Eeyore, as is his want, has a counterintuitive theory about that:
We tend to think of Trump and Bush as polar opposites, one the populist rager, the other the above-the-fray establishmentarian, but part of Trump’s base overlaps with Bush’s. Remember, according to nearly every poll, Trump’s leading not just among conservative Republicans but among moderates too. As Josh Barro said, Trump is in many ways a consummate moderate Republican; his style is angry and populist, which is typically associated with grassroots conservatism....but on [pretty much all] policies (like campaign-finance reform, [and healthcare and abortion and gun control and taxes and, yes, immigration, to cite several more] he’s a centrist [which is to say, a leftwingnut]. If you’re a “somewhat conservative” voter who’s leery of Cruz because he’s too dogmatic but also leery of Jeb because you’re tired of the Bushes, go figure that Trump might capture your imagination, at least for a while. [emphases added]
Or....Trump is telling his Tea Party supporters what they want to hear, in the way they want to hear it, but he doesn't mean a word of it.
The one and only thing setting Trump and Bush apart from the rest of the field?
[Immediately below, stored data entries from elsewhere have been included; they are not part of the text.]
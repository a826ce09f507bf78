/**
 * The part of the answer that most batches ask for, computed with nothing around it: wave, n and k of both media, R, T and the
 * angle of refraction of one surface. The numbers are those of `answerQuestion` to the last bit; where it would refuse,
 * `evaluate` returns false and the words are left to it.
 */
import { type SurfacePowers, surfacePowers } from '../answer/powers.ts';
import type { Polarization } from '../answer/question.ts';
import { type BoundMedium, EXTRAPOLATED, REFUSED } from '../medium/bound-medium.ts';
import { frequencyFromWavelength, photonEnergyFromWavelength } from '../units/wave.ts';
import type { AnswerColumn } from './answer-columns.ts';

const N1 = 0;
const N2 = 2;
const RS = 4;
const RP = 5;
const R = 6;
const TS = 7;
const TP = 8;
const T = 9;
const REFRACTION = 10;
const WAVE = 11;
const AIR_WAVE = 12;
const FREQUENCY = 13;
const ENERGY = 14;
const WAVENUMBER = 15;
const SLOTS = 16;

/** Where each key of the answer is found; k stands behind its n. */
const SLOT_OF: Readonly<Record<string, number>> = {
  'from.n': N1,
  'from.k': N1 + 1,
  'into.n': N2,
  'into.k': N2 + 1,
  'interface.Rs': RS,
  'interface.Rp': RP,
  'interface.R': R,
  'interface.Ts': TS,
  'interface.Tp': TP,
  'interface.T': T,
  'interface.refractionAngle_rad': REFRACTION,
  'wave.vacuumWavelength_m': WAVE,
  'wave.airWavelength_m': AIR_WAVE,
  'wave.frequency_Hz': FREQUENCY,
  'wave.photonEnergy_eV': ENERGY,
  'wave.wavenumber_per_m': WAVENUMBER,
};

export const LEAN_KEYS: readonly string[] = Object.keys(SLOT_OF);

/** One surface at one wave, as the laws take it; angle from the normal. */
export interface LeanQuestion {
  /** Undefined where it was left out and no column asks for it. */
  from: BoundMedium | undefined;
  into: BoundMedium | undefined;
  fromIsLiteral: boolean;
  vacuum_um: number;
  air_um: number;
  angle_rad: number;
  polarization: Polarization;
}

export interface LeanAnswers {
  readonly needsFrom: boolean;
  readonly needsInto: boolean;
  /** False where the question is not answered in this way. */
  readonly evaluate: (question: LeanQuestion) => boolean;
  /** Value of column `i` of the question last evaluated; NaN where there is none. */
  readonly value: (i: number) => number;
  /** The sides that were answered outside the range of their fits: "", "from", "into", "from into". */
  readonly outside: (question: LeanQuestion) => string;
}

/** Undefined where a column asks for more than this. */
export function leanAnswers(columns: readonly AnswerColumn[]): LeanAnswers | undefined {
  const slotOf: number[] = [];
  for (const { key } of columns) {
    const slot = SLOT_OF[key];
    if (slot === undefined) return undefined;
    slotOf.push(slot);
  }
  const needs = (first: number, last: number): boolean =>
    slotOf.some((slot) => slot >= first && slot <= last);
  const powers = needs(RS, REFRACTION);
  const wave = needs(WAVE, WAVENUMBER);
  const index1 = needs(N1, N1 + 1);
  const index2 = needs(N2, N2 + 1);
  const slots = new Float64Array(SLOTS);
  const order = Uint8Array.from(slotOf);
  const factors = Float64Array.from(columns, ({ factor }) => factor);

  return {
    needsFrom: powers || index1,
    needsInto: powers || index2,
    value: (i) => slots[order[i]!]! * factors[i]!,
    outside({ from, into, vacuum_um, air_um }) {
      const sides = [
        from?.reachAt(vacuum_um, air_um) === EXTRAPOLATED ? ['from'] : [],
        into?.reachAt(vacuum_um, air_um) === EXTRAPOLATED ? ['into'] : [],
      ];
      return sides.flat().join(' ');
    },
    evaluate(question) {
      const { from, into, vacuum_um, air_um } = question;
      if (wave) writeWave(vacuum_um, air_um, slots);
      if (!powers) {
        return (
          (from === undefined ||
            (index1 || question.fromIsLiteral
              ? from.indexAt(vacuum_um, air_um, slots, N1) !== REFUSED && slots[N1] !== 0
              : from.reachAt(vacuum_um, air_um) !== REFUSED)) &&
          (into === undefined ||
            (index2
              ? into.indexAt(vacuum_um, air_um, slots, N2) !== REFUSED
              : into.reachAt(vacuum_um, air_um) !== REFUSED))
        );
      }
      const before = from?.opticsAt(vacuum_um, air_um);
      const beyond = into?.opticsAt(vacuum_um, air_um);
      if (!before || !beyond || before.n.re === 0) return false;
      slots[N1] = before.n.re;
      slots[N1 + 1] = before.n.im;
      slots[N2] = beyond.n.re;
      slots[N2 + 1] = beyond.n.im;
      writePowers(surfacePowers(before, beyond, question.angle_rad, question.polarization), slots);
      return true;
    },
  };
}

function writeWave(vacuum_um: number, air_um: number, slots: Float64Array): void {
  const wavelength_m = vacuum_um * 1e-6;
  slots[WAVE] = wavelength_m;
  slots[AIR_WAVE] = air_um * 1e-6;
  slots[FREQUENCY] = frequencyFromWavelength(wavelength_m);
  slots[ENERGY] = photonEnergyFromWavelength(wavelength_m);
  slots[WAVENUMBER] = 1 / wavelength_m;
}

function writePowers(p: SurfacePowers, slots: Float64Array): void {
  slots[RS] = p.Rs;
  slots[RP] = p.Rp;
  slots[R] = p.R;
  slots[TS] = p.Ts ?? Number.NaN;
  slots[TP] = p.Tp ?? Number.NaN;
  slots[T] = p.T ?? Number.NaN;
  slots[REFRACTION] = p.refractionAngle_rad ?? Number.NaN;
}
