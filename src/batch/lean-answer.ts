/**
 * The part of the answer that most batches ask for, computed with nothing around it: wave, n and k of both media, R, T and the
 * angle of refraction of one surface. The numbers are those of `answerQuestion` to the last bit; where it would refuse,
 * `evaluate` returns false and the words are left to it.
 */
import { type SurfacePowers, surfacePowers } from '../answer/powers.ts';
import type { Polarization } from '../answer/question.ts';
import type { Waves } from '../medium/bound-fit.ts';
import { type BoundMedium, EXTRAPOLATED, REFUSED } from '../medium/bound-medium.ts';
import { frequencyFromWavelength, photonEnergyFromWavelength } from '../units/wave.ts';
import type { AnswerColumn } from './answer-columns.ts';

const N1 = 0;
const N2 = 2;
const RS = 4;
const RP = 5;
const R = 6;
const TS = 7;
const TP = 8;
const T = 9;
const REFRACTION = 10;
const WAVE = 11;
const AIR_WAVE = 12;
const FREQUENCY = 13;
const ENERGY = 14;
const WAVENUMBER = 15;
const SLOTS = 16;

/** Where each key of the answer is found; k stands behind its n. */
const SLOT_OF: Readonly<Record<string, number>> = {
  'from.n': N1,
  'from.k': N1 + 1,
  'into.n': N2,
  'into.k': N2 + 1,
  'interface.Rs': RS,
  'interface.Rp': RP,
  'interface.R': R,
  'interface.Ts': TS,
  'interface.Tp': TP,
  'interface.T': T,
  'interface.refractionAngle_rad': REFRACTION,
  'wave.vacuumWavelength_m': WAVE,
  'wave.airWavelength_m': AIR_WAVE,
  'wave.frequency_Hz': FREQUENCY,
  'wave.photonEnergy_eV': ENERGY,
  'wave.wavenumber_per_m': WAVENUMBER,
};

export const LEAN_KEYS: readonly string[] = Object.keys(SLOT_OF);

/** The surface that rows ask about. */
export interface LeanSurface {
  /** Undefined where it was left out and no column asks for it. */
  from: BoundMedium | undefined;
  into: BoundMedium | undefined;
  fromIsLiteral: boolean;
  polarization: Polarization;
  /** The wavelengths given are those in standard air. */
  inAir: boolean;
}

/** Several rows of numbers: waves and angles in, the values behind the answer columns out. */
export interface LeanRows extends Waves {
  readonly angle_rad: Float64Array;
  /** The wavelengths as given, in metres. */
  readonly given_m: Float64Array;
  /** One array a slot. */
  readonly values: readonly Float64Array[];
}

export function makeRows(count: number): LeanRows {
  const numbers = (): Float64Array => new Float64Array(count);
  return {
    vacuum_um: numbers(),
    air_um: numbers(),
    angle_rad: numbers(),
    given_m: numbers(),
    values: Array.from({ length: SLOTS }, numbers),
  };
}

export interface LeanAnswers {
  readonly needsFrom: boolean;
  readonly needsInto: boolean;
  /** Answers row `i`; false where the question is not answered in this way. */
  readonly evaluate: (surface: LeanSurface, rows: LeanRows, i: number) => boolean;
  /** Answers the first rows, up to `count` or the first that is not answered in this way; how many. */
  readonly evaluateBlock: (surface: LeanSurface, rows: LeanRows, count: number) => number;
  /** Values of a column by row, once evaluated, to be multiplied with the column's factor; NaN where there is none. */
  readonly valuesOf: (rows: LeanRows, column: number) => Float64Array;
  /** The sides that row `i` answered outside the range of their fits: "", "from", "into", "from into". */
  readonly outside: (surface: LeanSurface, rows: LeanRows, i: number) => string;
}

/** Undefined where a column asks for more than this. */
export function leanAnswers(columns: readonly AnswerColumn[]): LeanAnswers | undefined {
  const slotOf: number[] = [];
  for (const { key } of columns) {
    const slot = SLOT_OF[key];
    if (slot === undefined) return undefined;
    slotOf.push(slot);
  }
  const needs = (first: number, last: number): boolean =>
    slotOf.some((slot) => slot >= first && slot <= last);
  const powers = needs(RS, REFRACTION);
  const wave = needs(WAVE, WAVENUMBER);
  const index1 = needs(N1, N1 + 1);
  const index2 = needs(N2, N2 + 1);
  const onlyN2 = slotOf.every((slot) => slot === N2);
  const pair = new Float64Array(2);
  /** n and k of a side into its slots. */
  const put = (side: BoundMedium, rows: LeanRows, i: number, slot: number): boolean => {
    if (side.indexAt(rows, i, pair, 0) === REFUSED) return false;
    rows.values[slot]![i] = pair[0]!;
    rows.values[slot + 1]![i] = pair[1]!;
    return true;
  };
  const before = ({ from, fromIsLiteral }: LeanSurface, rows: LeanRows, i: number): boolean => {
    if (from === undefined) return true;
    if (!index1 && !fromIsLiteral) return from.reachAt(rows, i) !== REFUSED;
    return put(from, rows, i, N1) && rows.values[N1]![i] !== 0;
  };
  const beyond = ({ into }: LeanSurface, rows: LeanRows, i: number): boolean => {
    if (into === undefined) return true;
    return index2 ? put(into, rows, i, N2) : into.reachAt(rows, i) !== REFUSED;
  };
  const evaluate = (surface: LeanSurface, rows: LeanRows, i: number): boolean => {
    if (wave) putMeasures(rows, i, surface.inAir);
    if (!powers) return before(surface, rows, i) && beyond(surface, rows, i);
    const from = surface.from?.opticsAt(rows, i);
    const into = surface.into?.opticsAt(rows, i);
    if (!from || !into || from.n.re === 0) return false;
    const { values } = rows;
    values[N1]![i] = from.n.re;
    values[N1 + 1]![i] = from.n.im;
    values[N2]![i] = into.n.re;
    values[N2 + 1]![i] = into.n.im;
    putPowers(surfacePowers(from, into, rows.angle_rad[i]!, surface.polarization), values, i);
    return true;
  };

  return {
    needsFrom: powers || index1,
    needsInto: powers || index2,
    valuesOf: ({ values }, column) => values[slotOf[column]!]!,
    outside({ from, into }, rows, i) {
      const sides = [
        from?.reachAt(rows, i) === EXTRAPOLATED ? ['from'] : [],
        into?.reachAt(rows, i) === EXTRAPOLATED ? ['into'] : [],
      ];
      return sides.flat().join(' ');
    },
    evaluate,
    evaluateBlock(surface, rows, count) {
      let answered = 0;
      if (onlyN2 && surface.into && !surface.fromIsLiteral) {
        // Only the index beyond is asked: the medium takes the block as a whole.
        while (answered < count && before(surface, rows, answered)) answered++;
        return surface.into.indexBlock(rows, answered, rows.values[N2]!);
      }
      while (answered < count && evaluate(surface, rows, answered)) answered++;
      return answered;
    },
  };
}

/** As `waveAnswer`: the wavelength given comes back to the last bit. */
function putMeasures({ vacuum_um, air_um, given_m, values }: LeanRows, i: number, inAir: boolean): void {
  const wavelength_m = inAir ? vacuum_um[i]! / 1e6 : given_m[i]!;
  values[WAVE]![i] = wavelength_m;
  values[AIR_WAVE]![i] = inAir ? given_m[i]! : air_um[i]! / 1e6;
  values[FREQUENCY]![i] = frequencyFromWavelength(wavelength_m);
  values[ENERGY]![i] = photonEnergyFromWavelength(wavelength_m);
  values[WAVENUMBER]![i] = 1 / wavelength_m;
}

function putPowers(p: SurfacePowers, values: readonly Float64Array[], i: number): void {
  values[RS]![i] = p.Rs;
  values[RP]![i] = p.Rp;
  values[R]![i] = p.R;
  values[TS]![i] = p.Ts ?? Number.NaN;
  values[TP]![i] = p.Tp ?? Number.NaN;
  values[T]![i] = p.T ?? Number.NaN;
  values[REFRACTION]![i] = p.refractionAngle_rad ?? Number.NaN;
}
Name recognition. They're both ninety-plus in that regard, while no other candidate is above the low to mid fifties. And that is the hope that still exists in this race, that a Cruz or a Jindal or a Fiorina or, most to the point, Scott Walker, can emerge from this thundering herd and, with all that potential upside, zoom past their two notorious rivals who are pretty much bumping up against their polling ceilings, and give the GOP a fighting chance against Hillary (or whomever).
After which Trump will go Ross Perot and we'll have a the next huge problem on our hands right on schedule. But we'll have to drive off that bridge when we come to it.